[Held IRL]
I took a small ~1.5% holding @ average cost base 40c in Apr/June last year as a "paid-to-play" idea - I expected them to continue paying a dividend, the buy back at sub-book-value prices was a bit of a safety blanket and I figured the east coast property market wouldn't completely shutdown given the rental crisis and reignited migration demand.
Any selling, distressed or otherwise, puts $ in the agents' pockets, so the distressed selling narrative is hardly bad news for MEA (although admittedly their commissions will be lower as the market price of property dips).
For their property management business, the increase in market rents in response to rising interest rates flows through to MEA as well given their % commission on monthly rental, but this was somewhat hidden because they sold some of the businesses including the attached management portfolio to franchisees.

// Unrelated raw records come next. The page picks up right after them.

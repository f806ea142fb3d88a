//! The words of the plant file for the kinds of things in it.

use super::model::{Phase, PressureKind, Role, StepClass};
use crate::base::Dimension;

const ROLES: [(Role, &str, Option<Dimension>); 19] = [
    (Role::FeedPressure, "feed_pressure", Some(Dimension::Pressure)),
    (Role::PermeatePressure, "permeate_pressure", Some(Dimension::Pressure)),
    (Role::ConcentratePressure, "concentrate_pressure", Some(Dimension::Pressure)),
    (Role::TransmembranePressure, "transmembrane_pressure", Some(Dimension::Pressure)),
    (Role::PermeateFlow, "permeate_flow", Some(Dimension::Flow)),
    (Role::FeedFlow, "feed_flow", Some(Dimension::Flow)),
    (Role::FlowSetpoint, "flow_setpoint", Some(Dimension::Flow)),
    (Role::BackwashFlow, "backwash_flow", Some(Dimension::Flow)),
    (Role::RecirculationFlow, "recirculation_flow", Some(Dimension::Flow)),
    (Role::BleedFlow, "bleed_flow", Some(Dimension::Flow)),
    (Role::Temperature, "temperature", Some(Dimension::Temperature)),
    (Role::TankLevel, "tank_level", Some(Dimension::Length)),
    (Role::State, "state", None),
    (Role::FeedTurbidity, "feed_turbidity", Some(Dimension::Turbidity)),
    (Role::PermeateTurbidity, "permeate_turbidity", Some(Dimension::Turbidity)),
    (Role::FeedConcentration, "feed_concentration", Some(Dimension::Concentration)),
    (Role::PermeateConcentration, "permeate_concentration", Some(Dimension::Concentration)),
    (Role::RetentateConcentration, "retentate_concentration", Some(Dimension::Concentration)),
    (Role::IntegrityPressure, "integrity_pressure", Some(Dimension::Pressure)),
];

pub(super) const PHASES: [(&str, Phase); 11] = [
    ("filtration", Phase::Filtration),
    ("backwash", Phase::Backwash),
    ("chemical_backwash", Phase::ChemicalBackwash),
    ("maintenance_clean", Phase::MaintenanceClean),
    ("clean_in_place", Phase::CleanInPlace),
    ("integrity_test", Phase::IntegrityTest),
    ("standby", Phase::Standby),
    ("relaxation", Phase::Relaxation),
    ("flush", Phase::Flush),
    ("calibration", Phase::Calibration),
    ("out_of_service", Phase::OutOfService),
];

pub(super) const CLASSES: [(&str, StepClass); 8] = [
    ("hypochlorite", StepClass::Hypochlorite),
    ("alkali", StepClass::Alkali),
    ("acid", StepClass::Acid),
    ("peroxide", StepClass::Peroxide),
    ("reductant", StepClass::Reductant),
    ("detergent", StepClass::Detergent),
    ("rinse", StepClass::Rinse),
    ("other", StepClass::Other),
];

pub(super) const PRESSURES: [(&str, PressureKind); 3] = [
    ("gauge", PressureKind::Gauge),
    ("absolute", PressureKind::Absolute),
    ("vacuum", PressureKind::Vacuum),
];

impl Role {
    /// Every role, in the order in which a train's signals stand.
    pub fn all() -> impl Iterator<Item = Self> {
        ROLES.iter().map(|(role, _, _)| *role)
    }
    /// Its key under `[train.tags]`.
    pub fn word(self) -> &'static str {
        ROLES.iter().find(|(r, _, _)| *r == self).map_or("", |(_, word, _)| word)
    }
    /// Whether it is a pressure that has to be brought to gauge and to one elevation.
    pub fn is_referred_pressure(self) -> bool {
        matches!(
            self,
            Self::FeedPressure
                | Self::PermeatePressure
                | Self::ConcentratePressure
                | Self::IntegrityPressure
        )
    }
    /// What its tag measures; `None` for a state.
    pub fn dimension(self) -> Option<Dimension> {
        ROLES.iter().find(|(r, _, _)| *r == self).and_then(|(_, _, dimension)| *dimension)
    }
}

impl Phase {
    /// Its key in a state tag; `unknown` for what no key names.
    pub fn word(self) -> &'static str {
        PHASES.iter().find(|(_, p)| *p == self).map_or("unknown", |(word, _)| word)
    }
}

impl StepClass {
    /// Its word in a step.
    pub fn word(self) -> &'static str {
        CLASSES.iter().find(|(_, c)| *c == self).map_or("", |(word, _)| word)
    }
    /// The class of a word.
    pub fn parse(word: &str) -> Option<Self> {
        CLASSES.iter().find(|(w, _)| *w == word).map(|(_, class)| *class)
    }
}

impl PressureKind {
    /// Its word at a tag.
    pub fn word(self) -> &'static str {
        PRESSURES.iter().find(|(_, p)| *p == self).map_or("", |(word, _)| word)
    }
}

#[cfg(test)]
mod tests {
    use super::*;

    #[test]
    fn words_are_those_that_answers_serialise() {
        for (role, word, _) in ROLES {
            assert_eq!(serde_json::to_string(&role).unwrap(), format!("\"{word}\""));
        }
        for (word, phase) in PHASES {
            assert_eq!(serde_json::to_string(&phase).unwrap(), format!("\"{word}\""));
        }
        for (word, class) in CLASSES {
            assert_eq!(serde_json::to_string(&class).unwrap(), format!("\"{word}\""));
            assert_eq!(StepClass::parse(word), Some(class));
        }
    }
}
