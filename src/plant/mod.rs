//! Floor 3: this plant, as configured and checked. A `Plant` is valid by construction: the
//! only way to get one is [`read`], which reports all mistakes at once.
//!
//! Everything is in SI: Pa, m3/s, m2, m/s, m/(s.Pa); temperatures in degrees Celsius.

mod model;

pub use model::{
    Dated, Drive, Filtration, HoldLimit, IntegrityValues, Layout, Limits, Loop, MembraneLimits,
    MonthTemperature, Phase, Plant, PressureKind, Procedure, RepeatedHour, Role, Service, Signal,
    Source, Stamp, Step, StepClass, TimeColumn, TimeFormat, Train, Values, VerifiedRinse,
};
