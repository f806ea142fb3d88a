//! Floor 3: this plant, as configured and checked. A `Plant` is valid by construction: the
//! only way to get one is [`read`], which reports all mistakes at once.
//!
//! Everything is in SI: Pa, m3/s, m2, m/s, m/(s.Pa); temperatures in degrees Celsius.

mod chemistry;
mod effective;
mod membrane;
mod mistake;
mod model;
mod not_yet;
mod read;
mod revision;
mod source;
#[cfg(test)]
mod tests;
mod words;

pub use chemistry::{classes_by_name, conflicts, rinse_separates};
pub use effective::{Setting, effective};
pub use membrane::{beyond, within};
pub use mistake::Mistake;
pub use model::{
    Dated, Drive, Filtration, HoldLimit, IntegrityValues, Limits, Loop, MembraneLimits,
    MonthTemperature, Phase, Plant, PressureKind, Procedure, Role, Service, Signal, Step,
    StepClass, Train, VerifiedRinse,
};
pub use read::{Reading, read, strength_mg_l};
pub use source::{Layout, RepeatedHour, Source, Stamp, TimeColumn, TimeFormat, Values};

As ewww as many of the metrics they just reported were, they:
- Still reported a profit (~3.9c EPS)
- Including the upcoming regular dividend + special dividend of 3.5c they will have paid out 5.5c in FF dividends since I started holding i.e. 13.8% or 17.9% grossed up thus far
- Have no debt
- Are currently sitting on ~17c cash per share
- Reported net assets of ~54c per share
- Are continuing to co-invest into the most outstanding franchisee offices and position themselves for extra $ flow through when sales pick up
Maybe MEA is a horrible value trap and it's certainly not a proposition likely to be a life changing investment, but continuing to hold while waiting for the property market narrative to get a little less dire still seems like a sensible albeit "boring" idea to me.